Graystar said:
The purpose of the pump is to move the water. The pump doesn’t care if you’re watercooling, watering the lawn, or pumping water out of your basement...its job is to load up water with potiential energy, bringing it to a higher energy state. How that water gets back down to a lower energy state is your business.
I don't beleive you addressed the question.
Actually, it’s 100% heat. Sound heats the air, and deforming a solid heats that solid.
The object applies a force to the table, it is deformed; something moves - this requires a force, kinetic energy, to do so. It is not 100% heat.
Take a piece of metal and bend it back and forth for a bit then touch the bend. It will be hot. It all turns into heat.
The vast majority of the force is used to break the metallic bonds.

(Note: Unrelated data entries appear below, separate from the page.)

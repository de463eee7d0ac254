//! MIME bundles: the one currency between renderers and front ends.
//!
//! Every renderable value becomes a bundle keyed by MIME type. The notebook
//! kernel sends it as `data` of display_data / execute_result, the evcxr hook
//! prints it between its content markers, the CLI and reports pick the entry
//! they can use. Invariant: `text/plain` is always present.

use std::collections::BTreeMap;

/// One entry's payload: text (SVG, HTML, plain, JSON) or binary (PNG).
#[derive(Debug, Clone, PartialEq)]
pub enum MimeData {
    Text(String),
    Binary(Vec<u8>),
}

/// A set of alternative representations of one value.
#[derive(Debug, Clone, Default, PartialEq)]
pub struct MimeBundle {
    pub entries: BTreeMap<String, MimeData>,
}

impl MimeBundle {
    /// A bundle holding only plain text.
    pub fn plain(text: impl Into<String>) -> Self {
        let mut bundle = Self::default();
        bundle.insert_text("text/plain", text);
        bundle
    }

    pub fn insert_text(&mut self, mime: &str, text: impl Into<String>) {
        self.entries.insert(mime.to_string(), MimeData::Text(text.into()));
    }

    pub fn insert_binary(&mut self, mime: &str, bytes: Vec<u8>) {
        self.entries.insert(mime.to_string(), MimeData::Binary(bytes));
    }

    pub fn text(&self, mime: &str) -> Option<&str> {
        match self.entries.get(mime) {
            Some(MimeData::Text(text)) => Some(text),
            _ => None,
        }
    }

    pub fn binary(&self, mime: &str) -> Option<&[u8]> {
        match self.entries.get(mime) {
            Some(MimeData::Binary(bytes)) => Some(bytes),
            _ => None,
        }
    }

    /// The plain-text form; every bundle has one.
    pub fn plain_text(&self) -> &str {
        self.text("text/plain").unwrap_or("")
    }
}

Lets say the pump was filling a tub 20 feet in the air. The action of the pump is kinetic. More than simply being in motion, it is transferring energy. So, the Iwaki MD-20RZ is transferring its 20 watts into the water as it pushes it up to the tub. But remember, this pump is rated at 50 watts. So the pump consumed 30 watts of power, turning it into heat, in order to impart 20 watts worth of energy into the water.
Yep. I am in agreeance with you here. Pumps are not 100% efficient. My MD-30rz get exceptionally hot.
At this point the pump is done and is out of the picture. If you open a drain in the tub then the water will flow out, returning to its previous state, and being heated on impact. Or, the water can turn a waterwheel, have a nice cool trip down to its previous state, and perform the same type of transfer the pump just made, but to some other device...such as a grindstone. As with the pump, there will be a cost associated with the transfer in terms of friction of the moving parts. So maybe you end up with 10 watts of power at the grindstone’s business end.
The water applies a force to the water wheel to make it turn, friction saps some more energy too. Yes, when it impacts there will be heat, but again, not 100%.
Ein = Eout.
Ein = EKpumpoutput
Eout = (mass_of_waterwheel * acceleration_of_waterwheel) + sound (which is really EK) + heat (and so is this if you want to be pedantic).
As you said, you have a restrictive loop. There is an energy cost associated with pushing water through small holes at a certain speed. That energy is turned into heat through friction.
Some of it is, sure. But the system is pressurised (by the pump), and thus exerts a force on the walls of the loop, which because of newtons laws, is applied back to it (by the atmosphere).
The faster the water, the more heat is generated.
Friction sucks hey.
The speed of water through your system is determined by the number of watts available to push it, and turn into heat. More watts equals faster flow.
Phextwin said:
So if all the output power is used to heat up the water, what is the point of a pump? What moves the water? Where does the kinetic energy come from?
Some time ago where was a discussion as to how much more water a Mag 5 pump will push than a Mag 3. People thought the Mag 5 will push more because it had a zero-head rate of 500 gph, as opposed to the Mag 3 which had a zero-head rate of 350 gph. I, however, said that the two pumps would have the same rate of flow...and when measurements were finally made and charted, the two pumps did indeed have the same flow rate in a watercooling system. Why?
Because the restriction curve of the test system was to steep to take advantage of the MAG5's extra flow capacity and/or the accuracy of the flowmeters was not good enough.
Because both pumps had the same head...and the head rating (a measure of fluidic energy) is directly related to the BHP of the pumps.
Explain. I would have thought it would be more due to the impellor design. All the high head pumps i have seen use a closed impellor design, ie Iwaki MD-XXz & RD-XX, panworld PI-XX, laing DDC, D4 & D5 all are considered high head pumps, all have closed impellors.
The Iwaki MD-30 R, RX & RZ all have the same output power, yet their head ratings are vastly different.